START Records supplied

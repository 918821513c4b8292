import fc from 'fast-check';
import { roundTripGain } from '../../extension/core/physics/cavity.ts';
import type { GainModule } from '../../extension/core/physics/gain-module.ts';
import { cavityAndStore, lossOf, moduleWith } from './modules.ts';

const between = (min: number, max: number) => fc.double({ min, max, noNaN: true });
const decades = (min: number, max: number) => between(Math.log(min), Math.log(max)).map(Math.exp);
const profile = fc.constantFrom('flat' as const, 'gaussian' as const);

/**
 * Smaller modes than this hold so few photons near threshold that what is emitted spontaneously after the start, which
 * the depletion form leaves out, shows: 2e-5 of the peak where that has 3e7 photons.
 */
const radius = decades(3e-4, 5e-3);

/** The design space: inversion ratio 1.02 to 50, loss 1 % to 95 %, spot ratio 0.3 to 3, every profile. */
export const designs = fc
  .record({
    ratio: decades(0.02, 49).map((excess) => 1 + excess),
    lossFraction: fc.oneof(between(0.01, 0.95), decades(0.01, 0.95)),
    coupled: between(0.05, 0.95),
    spot: decades(0.3, 3),
    radius,
    mode: profile,
    pump: profile,
    reduction: between(1, 2),
    /** σ_a/σ_e and the loss of unpumped ions over δ. */
    reabsorption: fc.option(fc.record({ part: decades(0.01, 1.2), loss: decades(0.05, 5) }), { nil: undefined }),
    /** What the closed switch holds beyond G, as a part of G − δ. */
    margin: fc.option(between(0.05, 3), { nil: undefined }),
  })
  .map((d) => {
    const loss = -Math.log1p(-d.lossFraction);
    const crossSection = 2.8e-23;
    const absorption = crossSection * (d.reabsorption?.part ?? 0);
    const density = d.reabsorption && (d.reabsorption.loss * loss) / (2 * absorption * 0.06);
    const base = moduleWith({
      medium: {
        absorptionCrossSection: absorption,
        inversionReductionFactor: d.reabsorption ? 1 : d.reduction,
        ...(density !== undefined && { ionDensity: density }),
      },
      pump: { beam: { profile: d.pump, radius: d.radius * d.spot } },
      resonator: {
        outputReflectivity: Math.exp(-loss * d.coupled),
        roundTripLoss: -Math.expm1(-loss * (1 - d.coupled)),
        beam: { profile: d.mode, radius: d.radius },
      },
      qSwitch: { gate: 25e-3 },
    });
    const excess = (d.ratio - 1) * lossOf(base);
    // Above 25 the closed switch would have to block to the last digit.
    const closed = d.margin !== undefined && excess < 25;
    const closedLoss = closed ? { closedLoss: -Math.expm1(-excess * (1 + (d.margin ?? 0)) - 0.1) } : {};
    return pumpedToRatio(d.ratio, moduleWith({ qSwitch: closedLoss }, base));
  });

/** Any profile, reabsorption too: the gain is a straight line in the pump power. */
function pumpedToRatio(ratio: number, module: GainModule): GainModule {
  const gainAt = (power: number) => {
    const { cavity, store } = cavityAndStore(moduleWith({ pump: { power } }, module));
    return roundTripGain(cavity, store.ions);
  };
  const dark = gainAt(0);
  return moduleWith({ pump: { power: (ratio * lossOf(module) - dark) / (gainAt(1) - dark) } }, module);
}

/** The same design with a switch that holds whatever the pump brings. */
export function withoutHoldOff(module: GainModule): GainModule {
  return { ...module, qSwitch: moduleWith({ qSwitch: { gate: 25e-3 } }).qSwitch };
}
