import { describe, expect, it } from 'vitest';
import { energyUnitOf, flatModule, lossOf, outcomeOf, pulseOf, pumpedTo, roundTripTimeOf } from './modules.ts';
import { expectOutputs, input, inputList, records } from './published.ts';

/**
 * A module at inversion ratio r whose field starts from `start` (φ₀/n_t). Nothing leaks through the closed switch, so
 * it starts from r/(r − 1) photons, and the mode's area sets what part of n_t they are.
 */
function moduleFrom(r: number, start: number) {
  const loss = lossOf(flatModule());
  const area = (2 * 2.8e-23 * r) / ((r - 1) * start * loss);
  return pumpedTo(r * loss, flatModule({}, Math.sqrt(area / Math.PI)));
}

describe('build-up, through predict', () => {
  it.each(records('build-up-and-hold-off', 'build-up'))('%s', (_, record) => {
    const r = input(record, 'r');
    const buildUp = (start: number) => {
      const module = moduleFrom(r, start);
      return (pulseOf(module).build_up_time_s! * lossOf(module)) / roundTripTimeOf(module);
    };
    const module = moduleFrom(r, 1e-15);
    const peak =
      (pulseOf(module).peak_power_W * roundTripTimeOf(module)) / (energyUnitOf(module) * Math.LN2 * lossOf(module));
    expectOutputs(record, {
      't_peak_over_tauc_phi0=1e-12nt': buildUp(1e-12),
      't_peak_over_tauc_phi0=1e-15nt': buildUp(1e-15),
      't_peak_over_tauc_phi0=1e-18nt': buildUp(1e-18),
      'approx_onset_ln(pk/10phi0)/(r-1)_1e-15': Math.log(peak / 1e-14) / (r - 1),
    });
  });
});

describe('hold-off, through predict', () => {
  const [name, record] = records('build-up-and-hold-off', 'hold-off')[0]!;
  const losses = inputList(record, 'single_pass_modulator_loss');
  const moduleOf = (perPass: number, gain: number) => {
    const resonator = { outputReflectivity: input(record, 'R'), roundTripLoss: -Math.expm1(-input(record, 'L')) };
    return pumpedTo(gain, flatModule({ resonator, qSwitch: { closedLoss: 1 - (1 - perPass) ** 2 } }));
  };

  it(name, () => {
    const limits = losses.map((perPass) => outcomeOf(moduleOf(perPass, 1.5)).holdOffMargin! * 1.5);
    expectOutputs(record, { max_2g0l: limits });
  });

  it.each(losses)('fills up to that limit and no further at %d a pass', (perPass) => {
    const limit = outcomeOf(moduleOf(perPass, 1.5)).holdOffMargin! * 1.5;
    const below = outcomeOf(moduleOf(perPass, 0.999 * limit));
    expect(below.train.unheldGain).toBeUndefined();
    expect(below.figures.state.round_trip_gain_log! / limit).toBeCloseTo(0.999, 9);
    const above = outcomeOf(moduleOf(perPass, 1.3 * limit));
    expect(above.figures.state.round_trip_gain_log! / limit).toBeCloseTo(1, 9);
    expect(above.holdOffMargin).toBeCloseTo(1 / 1.3, 9);
    // The field behind the switch was the laser's own by then: when it began is not known.
    expect(above.figures.pulse!.build_up_time_s).toBeUndefined();
    expect(above.figures.pulse!.energy_J).toBeGreaterThan(below.figures.pulse!.energy_J);
  });
});
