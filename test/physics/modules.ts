import { type Cavity, cavityOf } from '../../extension/core/physics/cavity.ts';
import type { GainModule } from '../../extension/core/physics/gain-module.ts';
import { type Outcome, predict } from '../../extension/core/physics/predict.ts';
import type { PulseFigures } from '../../extension/core/physics/prediction.ts';
import { emptyStore, refill, type Store, scheduleOf } from '../../extension/core/physics/store.ts';

/** Constants typed afresh: the tests share none with the product. */
export const h = 6.62607015e-34;
export const c = 299792458;

type Section = 'medium' | 'pump' | 'resonator' | 'qSwitch';
export type Changes = { readonly [S in Section]?: Partial<GainModule[S]> };

/** The format sheet's module, without surfaces, and without a closed loss so that nothing lases early. */
const SHEET: GainModule = {
  medium: {
    wavelength: 1064e-9,
    length: 0.06,
    emissionCrossSection: 2.8e-23,
    absorptionCrossSection: 0,
    upperLevelLifetime: 230e-6,
    inversionReductionFactor: 1,
    refractiveIndex: 1.82,
    groupIndex: 1.835,
  },
  pump: {
    kind: 'pulsed',
    wavelength: 808e-9,
    power: 600,
    duration: 200e-6,
    absorbedFraction: 0.85,
    quantumEfficiency: 0.95,
    beam: { profile: 'flat', radius: 1.7e-3 },
  },
  resonator: {
    length: 0.18,
    outputReflectivity: 0.5,
    roundTripLoss: 0.06,
    beam: { profile: 'gaussian', radius: 0.9e-3 },
  },
  qSwitch: {
    kind: 'electro_optic',
    openingTime: 0,
    opensAt: 200e-6,
    gate: 1e-3,
    repetitionRate: 20,
    extraOpticalPath: 0,
  },
  surfaces: [],
};

export function moduleWith(changes: Changes, base: GainModule = SHEET): GainModule {
  return {
    medium: { ...base.medium, ...changes.medium },
    pump: { ...base.pump, ...changes.pump },
    resonator: { ...base.resonator, ...changes.resonator },
    qSwitch: { ...base.qSwitch, ...changes.qSwitch },
    surfaces: [],
  };
}

/** Pump and mode filling one flat disc: one inversion, for which the closed forms hold. */
export function flatModule(changes: Changes = {}, radius = 1e-3): GainModule {
  const beam = { profile: 'flat', radius } as const;
  return moduleWith({ ...changes, pump: { ...changes.pump, beam }, resonator: { ...changes.resonator, beam } });
}

/** −ln R − ln(1 − loss). */
export function lossOf({ resonator }: GainModule): number {
  return -Math.log(resonator.outputReflectivity) - Math.log(1 - resonator.roundTripLoss);
}

export function roundTripTimeOf({ resonator, medium }: GainModule): number {
  return (2 * (resonator.length + (medium.groupIndex - 1) * medium.length)) / c;
}

/** hνA/(2γσ) in J. */
export function energyUnitOf({ medium, resonator }: GainModule): number {
  const { radius, profile } = resonator.beam;
  const area = Math.PI * radius ** 2 * (profile === 'flat' ? 1 : 0.5);
  const crossSection = medium.emissionCrossSection + medium.absorptionCrossSection;
  return (((h * c) / medium.wavelength) * area) / (2 * medium.inversionReductionFactor * crossSection);
}

/** The same module with the pump power that gives a round-trip log gain of `gain`; flat disc, four levels only. */
export function pumpedTo(gain: number, module: GainModule): GainModule {
  const { medium, pump, resonator } = module;
  const lifetime = medium.upperLevelLifetime;
  const area = Math.PI * resonator.beam.radius ** 2;
  const storage = pump.kind === 'continuous' ? lifetime : lifetime * (1 - Math.exp(-(pump.duration ?? 0) / lifetime));
  const rate = (gain * area) / (2 * medium.emissionCrossSection * storage);
  const power = (rate * h * c) / (pump.wavelength * pump.absorbedFraction * pump.quantumEfficiency);
  return moduleWith({ pump: { power } }, module);
}

export function outcomeOf(module: GainModule): Outcome {
  const outcome = predict(module, []);
  if (!outcome) throw new Error('an actively switched module has an outcome');
  return outcome;
}

export function pulseOf(module: GainModule): PulseFigures {
  const { pulse } = outcomeOf(module).figures;
  if (!pulse) throw new Error('no pulse');
  return pulse;
}

/** The store at the first opening after a cold start. */
export function coldStore(cavity: Cavity): Store {
  return refill(cavity, emptyStore(cavity), { ...scheduleOf(cavity), idle: 0 });
}

export function cavityAndStore(module: GainModule): { cavity: Cavity; store: Store } {
  const cavity = cavityOf(module);
  return { cavity, store: coldStore(cavity) };
}

/** Relative distance of two figures. */
export function apart(a: number, b: number): number {
  return Math.abs(a - b) / Math.max(Math.abs(a), Math.abs(b));
}
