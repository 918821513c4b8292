import fc from 'fast-check';
import { describe, expect, it } from 'vitest';
import { gainShares, roundTripGain } from '../../extension/core/physics/cavity.ts';
import { courseAt } from '../../extension/core/physics/depletion.ts';
import { fire } from '../../extension/core/physics/fire.ts';
import { bruteTrain } from './brute-force.ts';
import { designs } from './designs.ts';
import { apart, c, cavityAndStore, h, moduleWith } from './modules.ts';

const W = 0.8e-3;
const profiles = ['flat', 'gaussian'] as const;

function courseOf(module: ReturnType<typeof moduleWith>, x: number) {
  const { cavity, store } = cavityAndStore(module);
  const depletion = { gain: gainShares(cavity, store.ions), intensity: cavity.rings.intensity, loss: 1, start: 0 };
  return courseAt(depletion, x);
}

function moduleOf(pump: (typeof profiles)[number], mode: (typeof profiles)[number], ratio: number) {
  return moduleWith({
    pump: { beam: { profile: pump, radius: ratio * W } },
    resonator: { beam: { profile: mode, radius: W } },
  });
}

/** 2σ × ions stored over the whole plane, m²: what the gain is before it is weighted with the mode. */
const twoSigmaIons = (2 * 2.8e-23 * 600 * 0.85 * 0.95 * 808e-9 * 230e-6 * (1 - Math.exp(-200 / 230))) / (h * c);

/** γ(s, x)/x^s, by its series (Abramowitz & Stegun 6.5.29). */
function lowerGamma(s: number, x: number): number {
  let term = 1 / s;
  let sum = term;
  for (let k = 1; term > 1e-17 * sum; k++) {
    term *= x / (s + k);
    sum += term;
  }
  return sum * Math.exp(-x);
}

/** What a depletion leaves is judged by the gain at the start: e^−40 of it matters to nobody. */
function expectGain(module: ReturnType<typeof moduleWith>, x: number, wanted: number, tolerance: number) {
  expect(Math.abs(courseOf(module, x).gain - wanted) / courseOf(module, 0).gain).toBeLessThan(tolerance);
}

describe('gain and its depletion on rings', () => {
  const ratios = [0.3, 0.7, 1, 1.9, 3];
  const depletions = [0, 1e-3, 0.3, 2, 9, 40];

  it.each(ratios)('flat pump of %d times a Gaussian mode', (ratio) => {
    const edge = Math.exp(-2 * ratio ** 2);
    const scale = twoSigmaIons / (Math.PI * (ratio * W) ** 2);
    for (const x of depletions) {
      const wanted = x === 0 ? 1 - edge : (-Math.exp(-x * edge) * Math.expm1(-x * (1 - edge))) / x;
      expectGain(moduleOf('flat', 'gaussian', ratio), x, scale * wanted, 1e-10);
    }
  });

  it.each(ratios)('Gaussian pump of %d times a Gaussian mode', (ratio) => {
    const exponent = ratio ** -2;
    const scale = (2 * twoSigmaIons) / (Math.PI * (ratio * W) ** 2);
    for (const x of depletions) {
      const wanted = scale * lowerGamma(exponent + 1, x);
      expectGain(moduleOf('gaussian', 'gaussian', ratio), x, wanted, 1e-9);
    }
  });

  it.each(ratios)('a pump of %d times a flat mode: the mean inversion within it', (ratio) => {
    const within = { flat: Math.min(1, ratio ** -2), gaussian: 1 - Math.exp(-2 / ratio ** 2) };
    for (const pump of profiles) {
      for (const x of depletions) {
        const wanted = (twoSigmaIons * within[pump] * Math.exp(-x)) / (Math.PI * W ** 2);
        expectGain(moduleOf(pump, 'flat', ratio), x, wanted, 1e-12);
      }
    }
  });

  it('G is the slope of its integral', () => {
    const module = moduleOf('gaussian', 'gaussian', 1.4);
    const difference = courseOf(module, 1.001).field + 1.001 - (courseOf(module, 0.999).field + 0.999);
    expect(apart(difference / 0.002, courseOf(module, 1).gain)).toBeLessThan(1e-6);
  });
});

describe('rings over the design space', () => {
  it('give the gain and the depletion of a pulse as by brute force in the radius', () => {
    fc.assert(
      fc.property(designs, (module) => {
        const { cavity, store } = cavityAndStore(module);
        const brute = bruteTrain(module, 1);
        expect(apart(roundTripGain(cavity, store.ions), brute.gain)).toBeLessThan(1e-9);
        expect(apart(fire(cavity, store)!.depletion, brute.depletion)).toBeLessThan(1e-6);
      }),
      { numRuns: 600, seed: 3 },
    );
  });
});

describe('reabsorption', () => {
  it('of a ruby-like medium needs more than half the ions excited', () => {
    const medium = { absorptionCrossSection: 2.5e-24, emissionCrossSection: 2.5e-24, ionDensity: 1.6e25 };
    const beam = { profile: 'flat', radius: 1e-3 } as const;
    const rate = (0.85 * 0.95 * 808e-9 * 230e-6 * (1 - Math.exp(-200 / 230))) / (h * c * Math.PI * beam.radius ** 2);
    const half = (0.5 * 1.6e25 * 0.06) / rate;
    const gainAt = (power: number) => {
      const { cavity, store } = cavityAndStore(moduleWith({ medium, pump: { power, beam }, resonator: { beam } }));
      return roundTripGain(cavity, store.ions);
    };
    expect(gainAt(half * 0.999)).toBeLessThan(0);
    expect(gainAt(half * 1.001)).toBeGreaterThan(0);
    // All excited gains as much as none absorbs.
    expect(apart(gainAt(2 * half), -gainAt(0))).toBeLessThan(1e-12);
    expect(apart(gainAt(2 * half), 2 * 2.5e-24 * 1.6e25 * 0.06)).toBeLessThan(1e-12);
  });
});
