import { lambertW0 } from 'lambert-w-function';
import { describe, expect, it } from 'vitest';
import { roundTripGain } from '../../extension/core/physics/cavity.ts';
import { apart, energyUnitOf, flatModule, lossOf, outcomeOf, pulseOf, pumpedTo, roundTripTimeOf } from './modules.ts';
import { expectOutputs, input, records } from './published.ts';

const base = flatModule();
const loss = lossOf(base);
const cavityLifetime = roundTripTimeOf(base) / loss;

describe('the normalised pulse, through predict', () => {
  it.each(records('normalised-pulse', 'wagner-lengyel'))('%s', (_, record) => {
    const r = input(record, 'r');
    const { figures, cavity, train } = outcomeOf(pumpedTo(r * loss, base));
    const pulse = figures.pulse!;
    const perField = energyUnitOf(base) * -Math.log(base.resonator.outputReflectivity);
    expectOutputs(record, {
      nf_over_ni: roundTripGain(cavity, train.settled!.after.ions) / figures.state.round_trip_gain_log!,
      energy_extraction_eta: pulse.energy_J / perField / r,
      phi_max_over_nt: (pulse.peak_power_W * cavityLifetime) / perField,
      tp_E_over_P_over_tauc: pulse.width_equivalent_s / cavityLifetime,
      FWHM_over_tauc: pulse.width_fwhm_s / cavityLifetime,
    });
  });

  it.each(records('normalised-pulse', 'qsw-near-threshold'))('%s', (_, record) => {
    const r = 1.0005;
    const width = pulseOf(pumpedTo(r * loss, base)).width_fwhm_s;
    expectOutputs(record, { 'FWHM_times_(r-1)_over_tauc': ((r - 1) * width) / cavityLifetime });
  });

  it.each([1.02, 1.3, 2, 4, 12, 30])('leaves what the Lambert function says at r = %d', (r) => {
    const { train } = outcomeOf(pumpedTo(r * loss, base));
    const left = Math.exp(-train.settled!.depletion);
    expect(apart(left, -lambertW0(-r * Math.exp(-r)) / r)).toBeLessThan(1e-9);
  });
});
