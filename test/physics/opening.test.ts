import { describe, expect, it } from 'vitest';
import { cavityOf } from '../../extension/core/physics/cavity.ts';
import type { GainModule } from '../../extension/core/physics/gain-module.ts';
import { openingLoss } from '../../extension/core/physics/opening.ts';
import { apart, type Changes, coldStore, moduleWith, outcomeOf, roundTripTimeOf } from './modules.ts';
import { disc, rawPulse } from './raw-rate-equations.ts';

const gaussian = { profile: 'gaussian', radius: 0.9e-3 } as const;
const flat = { profile: 'flat', radius: 0.9e-3 } as const;
const cases: [string, Changes][] = [
  ['flat pump under a Gaussian mode', { qSwitch: { closedLoss: 0.995 } }],
  [
    'one inversion',
    { pump: { beam: flat }, resonator: { beam: flat, roundTripLoss: 0.06 }, qSwitch: { closedLoss: 0.999 } },
  ],
  ['Gaussian under Gaussian', { pump: { beam: gaussian, power: 300 }, qSwitch: { closedLoss: 0.99 } }],
  ['no closed loss given', {}],
  ['near threshold', { pump: { power: 330 }, qSwitch: { closedLoss: 0.9 } }],
];

function opened(changes: Changes, openingTime: number): GainModule {
  return moduleWith({ ...changes, qSwitch: { ...changes.qSwitch, openingTime } });
}

function figuresAt(changes: Changes, openingTime: number) {
  const { model, pulse } = outcomeOf(opened(changes, openingTime)).figures;
  return { model, values: [pulse!.energy_J, pulse!.peak_power_W, pulse!.width_fwhm_s, pulse!.build_up_time_s!] };
}

describe('the loss of an opening switch', () => {
  it.each([0.5, 0.995, undefined])('ramps the transmission as a raised cosine from a closed loss of %s', (closed) => {
    const cavity = cavityOf(opened(closed === undefined ? {} : { qSwitch: { closedLoss: closed } }, 40e-9));
    const transmission = (time: number) => Math.exp(-openingLoss(cavity, time));
    const shut = closed ?? 1;
    expect(transmission(0)).toBeCloseTo(1 - shut, 12);
    expect(transmission(10e-9)).toBeCloseTo(1 - shut * (0.5 + Math.SQRT1_2 / 2), 12);
    expect(transmission(20e-9)).toBeCloseTo(1 - shut / 2, 12);
    expect(transmission(30e-9)).toBeCloseTo(1 - shut * (0.5 - Math.SQRT1_2 / 2), 12);
    expect(transmission(40e-9)).toBe(1);
    expect(transmission(1)).toBe(1);
  });
});

describe.each(cases)('a switch that opens slowly: %s', (_, changes) => {
  it('becomes the instantaneous one', () => {
    const none = figuresAt(changes, 0).values;
    figuresAt(changes, 1e-15).values.forEach((value, i) => {
      expect(apart(value, none[i]!)).toBeLessThan(1e-7);
    });
  });

  it('gives the same figures on both sides of the change of method', () => {
    let low = 1e-10;
    let high = 2e-6;
    expect(figuresAt(changes, low).model).toBe('depletion');
    expect(figuresAt(changes, high).model).toBe('time_integration');
    while (high / low > 1 + 1e-9) {
      const middle = Math.sqrt(low * high);
      if (figuresAt(changes, middle).model === 'depletion') low = middle;
      else high = middle;
    }
    const below = figuresAt(changes, low).values;
    figuresAt(changes, high).values.forEach((value, i) => {
      expect(apart(value, below[i]!)).toBeLessThan(1e-5);
    });
  });

  it('changes the figures without a step as the ramp gets longer', () => {
    const ramps = Array.from({ length: 350 }, (_, i) => 1e-10 * 1.02 ** i);
    const found = ramps.map((openingTime) => figuresAt(changes, openingTime).values);
    for (let i = 1; i + 1 < found.length; i++) {
      found[i]!.forEach((value, k) => {
        const bend = found[i + 1]![k]! - 2 * value + found[i - 1]![k]!;
        expect(Math.abs(bend / value), `figure ${k} after a ramp of ${ramps[i]} s`).toBeLessThan(1e-3);
      });
    }
  });
});

describe('a slow opening solved independently', () => {
  it.each([20e-9, 60e-9, 150e-9])('gives the same pulse after a ramp of %d s', (openingTime) => {
    const module = opened({ qSwitch: { closedLoss: 0.995 } }, openingTime);
    const { model, values } = figuresAt({ qSwitch: { closedLoss: 0.995 } }, openingTime);
    const { total } = coldStore(cavityOf(module));
    const raw = rawPulse({
      wavelength: 1064e-9,
      crossSection: 2.8e-23,
      roundTripTime: roundTripTimeOf(module),
      reflectivity: 0.5,
      roundTripLoss: 0.06,
      closedLoss: 0.995,
      openingTime,
      modeArea: (Math.PI * 0.9e-3 ** 2) / 2,
      rings: disc(1.7e-3, 60).map(({ r, area }) => ({
        ions: total / (Math.PI * 1.7e-3 ** 2),
        psi: Math.exp(-2 * (r / 0.9e-3) ** 2),
        area,
      })),
    });
    if (openingTime > 100e-9) expect(model).toBe('time_integration');
    [raw.energy, raw.peakPower, raw.width, raw.buildUp].forEach((value, i) => {
      expect(apart(values[i]!, value)).toBeLessThan(1e-6);
    });
  });
});
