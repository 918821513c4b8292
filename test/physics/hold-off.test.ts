import { describe, expect, it } from 'vitest';
import { apart, flatModule, lossOf, moduleWith, outcomeOf, pumpedTo } from './modules.ts';

const gaussian = { profile: 'gaussian', radius: 0.9e-3 } as const;
const limitOf = (module: ReturnType<typeof moduleWith>) =>
  lossOf(module) - Math.log(1 - (module.qSwitch.closedLoss ?? 0));

describe('a closed switch that does not hold', () => {
  it.each([
    ['flat pump under a Gaussian mode', moduleWith({ qSwitch: { closedLoss: 0.3 } })],
    ['Gaussian under Gaussian', moduleWith({ pump: { beam: gaussian }, qSwitch: { closedLoss: 0.6 } })],
    ['one inversion', pumpedTo(2, flatModule({ qSwitch: { closedLoss: 0.5 } }))],
  ])('stops filling where the gain reaches it: %s', (_, module) => {
    const held = outcomeOf(moduleWith({ qSwitch: { closedLoss: 0.999999 } }, module));
    const { figures, train, holdOffMargin, cavity } = outcomeOf(module);
    const limit = limitOf(module);
    expect(held.figures.state.round_trip_gain_log!).toBeGreaterThan(limit);
    expect(apart(figures.state.round_trip_gain_log!, limit)).toBeLessThan(1e-12);
    expect(apart(holdOffMargin!, limit / held.figures.state.round_trip_gain_log!)).toBeLessThan(1e-12);
    expect(apart(train.unheldGain!, held.figures.state.round_trip_gain_log!)).toBeLessThan(1e-12);
    // The profile is kept: every ring holds the same part of what it would have held.
    const part = limit / held.figures.state.round_trip_gain_log!;
    for (let k = 0; k < cavity.rings.weight.length; k++) {
      expect(apart(train.store.ions[k]!, part * held.train.store.ions[k]!)).toBeLessThan(1e-12);
    }
    expect(figures.pulse!.energy_J).toBeLessThan(held.figures.pulse!.energy_J);
  });

  it('gives the pulse of a pump that just fills it', () => {
    const module = pumpedTo(2, flatModule({ qSwitch: { closedLoss: 0.5 } }));
    const just = outcomeOf(pumpedTo(limitOf(module) * (1 - 1e-9), module)).figures.pulse!;
    const over = outcomeOf(module).figures.pulse!;
    expect(apart(over.energy_J, just.energy_J)).toBeLessThan(1e-7);
    expect(apart(over.peak_power_W, just.peak_power_W)).toBeLessThan(1e-7);
    expect(apart(over.width_fwhm_s, just.width_fwhm_s)).toBeLessThan(1e-7);
  });

  it('decays from the limit where the switch opens late', () => {
    const module = moduleWith({ qSwitch: { closedLoss: 0.3, opensAt: 230e-6 } });
    const { figures, train } = outcomeOf(module);
    expect(train.unheldGain).toBeDefined();
    expect(apart(figures.state.round_trip_gain_log!, limitOf(module) * Math.exp(-30 / 230))).toBeLessThan(1e-12);
  });
});

describe('hold-off of a continuous train', () => {
  const rate = 10e3;
  const base = flatModule({
    pump: { kind: 'continuous' },
    qSwitch: { repetitionRate: rate, opensAt: 1 / rate, gate: 40e-6, closedLoss: 0.3 },
  });
  const limit = limitOf(base);

  it('is not spent at a rate that never fills the store, but is after a pause', () => {
    const module = pumpedTo(1.15 * limit, base);
    const { figures, train } = outcomeOf(module);
    expect(figures.state.round_trip_gain_log!).toBeLessThan(limit);
    expect(train.unheldGain).toBeUndefined();
    const atLimit = outcomeOf(pumpedTo(limit * (1 - 1e-6), moduleWith({ qSwitch: { repetitionRate: 10 } }, base)));
    expect(apart(figures.train.pulse_after_pause_energy_J!, atLimit.figures.pulse!.energy_J)).toBeLessThan(5e-6);
  });

  it('clamps every filling at a low rate', () => {
    const module = pumpedTo(2 * limit, moduleWith({ qSwitch: { repetitionRate: 500, opensAt: 2e-3 } }, base));
    const { figures, holdOffMargin } = outcomeOf(module);
    expect(apart(figures.state.round_trip_gain_log!, limit)).toBeLessThan(1e-12);
    expect(holdOffMargin!).toBeLessThan(0.51);
    expect(apart(figures.pulse!.energy_J, figures.train.pulse_after_pause_energy_J!)).toBeLessThan(1e-12);
  });

  it('is judged only where the file gives a closed loss', () => {
    expect(outcomeOf(moduleWith({})).holdOffMargin).toBeUndefined();
  });
});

END Records supplied

Prompt — Your answer must be a single number: how many lines of the records contain the word "modules".

Finished exercise — 7